Pull every line with the word "gaps" out of the entries below.

═══ DATA TO EXAMINE

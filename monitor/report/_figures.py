"""Figures built straight from the store: the data lookups shared by the report and the CLI.

The drawing lives in :mod:`monitor.report._plots` (pure functions of frames);
this module fetches the frames for one monitor and segment and hands them over.
"""

from __future__ import annotations

import datetime as dt
from typing import Any

import pandas as pd
from matplotlib.figure import Figure

from . import _plots
from ._evidence import night_evidence
from ._views import nights_by_run, plain_value

__all__ = ["alert_marks", "gap_timeline", "latest_chosen", "view_figure"]


def gap_timeline(verdicts: pd.DataFrame, deltas: pd.DataFrame, segment: str) -> pd.DataFrame:
    """``slot_at``, ``gap`` (the chosen model's stored ``delta``) and ``best``, per night."""
    rows = verdicts[verdicts["segment"] == segment] if len(verdicts) else verdicts
    lookup = ({(int(r.run_id), r.model): plain_value(r.value)
               for r in deltas[deltas["segment"] == segment].itertuples(index=False)}
              if len(deltas) else {})
    gaps = [lookup.get((int(r.run_id), r.chosen_model)) for r in rows.itertuples(index=False)]
    return pd.DataFrame({"slot_at": rows["slot_at"].tolist() if len(rows) else [],
                         "gap": [float("nan") if g is None else g for g in gaps],
                         "best": rows["best_model"].tolist() if len(rows) else []})


def alert_marks(store: Any, monitor: str, segment: str, *, start: dt.datetime | None = None,
                end: dt.datetime | None = None) -> pd.DataFrame:
    """``at``: the nights on which an alert of the segment was seen (one row per night)."""
    events = store.alert_events(monitor)
    if not len(events):
        return pd.DataFrame({"at": []})
    night_of = nights_by_run(store, monitor)
    events = events[(events["segment"] == segment) & events["run_id"].notna()]
    nights = sorted({night_of[int(r)] for r in events["run_id"].tolist() if int(r) in night_of})
    nights = [n for n in nights if (start is None or n >= start) and (end is None or n < end)]
    return pd.DataFrame({"at": nights})


def latest_chosen(store: Any, monitor: str, segment: str) -> str | None:
    """The chosen model named by the segment's latest verdict (None before any)."""
    verdicts = store.verdict_history(monitor, segment=segment)
    return plain_value(verdicts["chosen_model"].iloc[-1]) if len(verdicts) else None


def view_figure(store: Any, monitor: str, view: str, *, metric: str, criterion: str,
                margin: float | None, model: str | None, segment: str,
                start: dt.datetime | None, end: dt.datetime | None) -> Figure | None:
    """The figure of a terminal view (None for views without one).

    verdicts: the criterion gap; metrics: the metric's trend with alerts,
    promotions and notes; coefficients: the paths of ``model`` (default the
    chosen one); checks: the running-sum path of the last night in range.
    """
    chosen = latest_chosen(store, monitor, segment)
    if view == "verdicts":
        verdicts = store.verdict_history(monitor, segment=segment, start=start, end=end)
        deltas = store.metric_trend(monitor, "delta", segment=segment, start=start, end=end)
        return _plots.criterion_gap_figure(gap_timeline(verdicts, deltas, segment),
                                           criterion=criterion, margin=margin, chosen=chosen)
    if view == "metrics":
        trend = store.metric_trend(monitor, metric, model=model, segment=segment, start=start,
                                   end=end)
        promotions = store.promotions(monitor)
        return _plots.metric_trend_figure(
            trend, metric=metric, chosen=chosen,
            alert_marks=alert_marks(store, monitor, segment, start=start, end=end),
            promotions=promotions[promotions["segment"] == segment] if len(promotions)
            else promotions,
            annotations=store.annotations(monitor, start=start, end=end))
    if view == "coefficients":
        name = model or chosen
        paths = store.coefficient_paths(monitor, model=name, segment=segment, start=start,
                                        end=end)
        return _plots.coefficient_paths_figure(paths, model=str(name))
    if view == "checks":
        name = model or chosen
        checks = store.check_trend(monitor, "cusum", model=name, segment=segment, start=start,
                                   end=end, with_detail=True)
        evidence = night_evidence(checks, model=str(name), segment=segment) if len(checks) \
            else None
        if evidence is None or evidence.cusum is None:
            return None
        trace = evidence.cusum
        return _plots.cusum_figure(trace.path, at=trace.at, bound=trace.bound, lower=trace.lower,
                                   upper=trace.upper, change_index=trace.change_index,
                                   change_at=trace.change_at, scaled=trace.scaled,
                                   subtitle=f"Running sum of the errors of {name}")
    return None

══════

## EXERCISE OUTPUT
    gaps = [lookup.get((int(r.run_id), r.chosen_model)) for r in rows.itertuples(index=False)]
                         "gap": [float("nan") if g is None else g for g in gaps],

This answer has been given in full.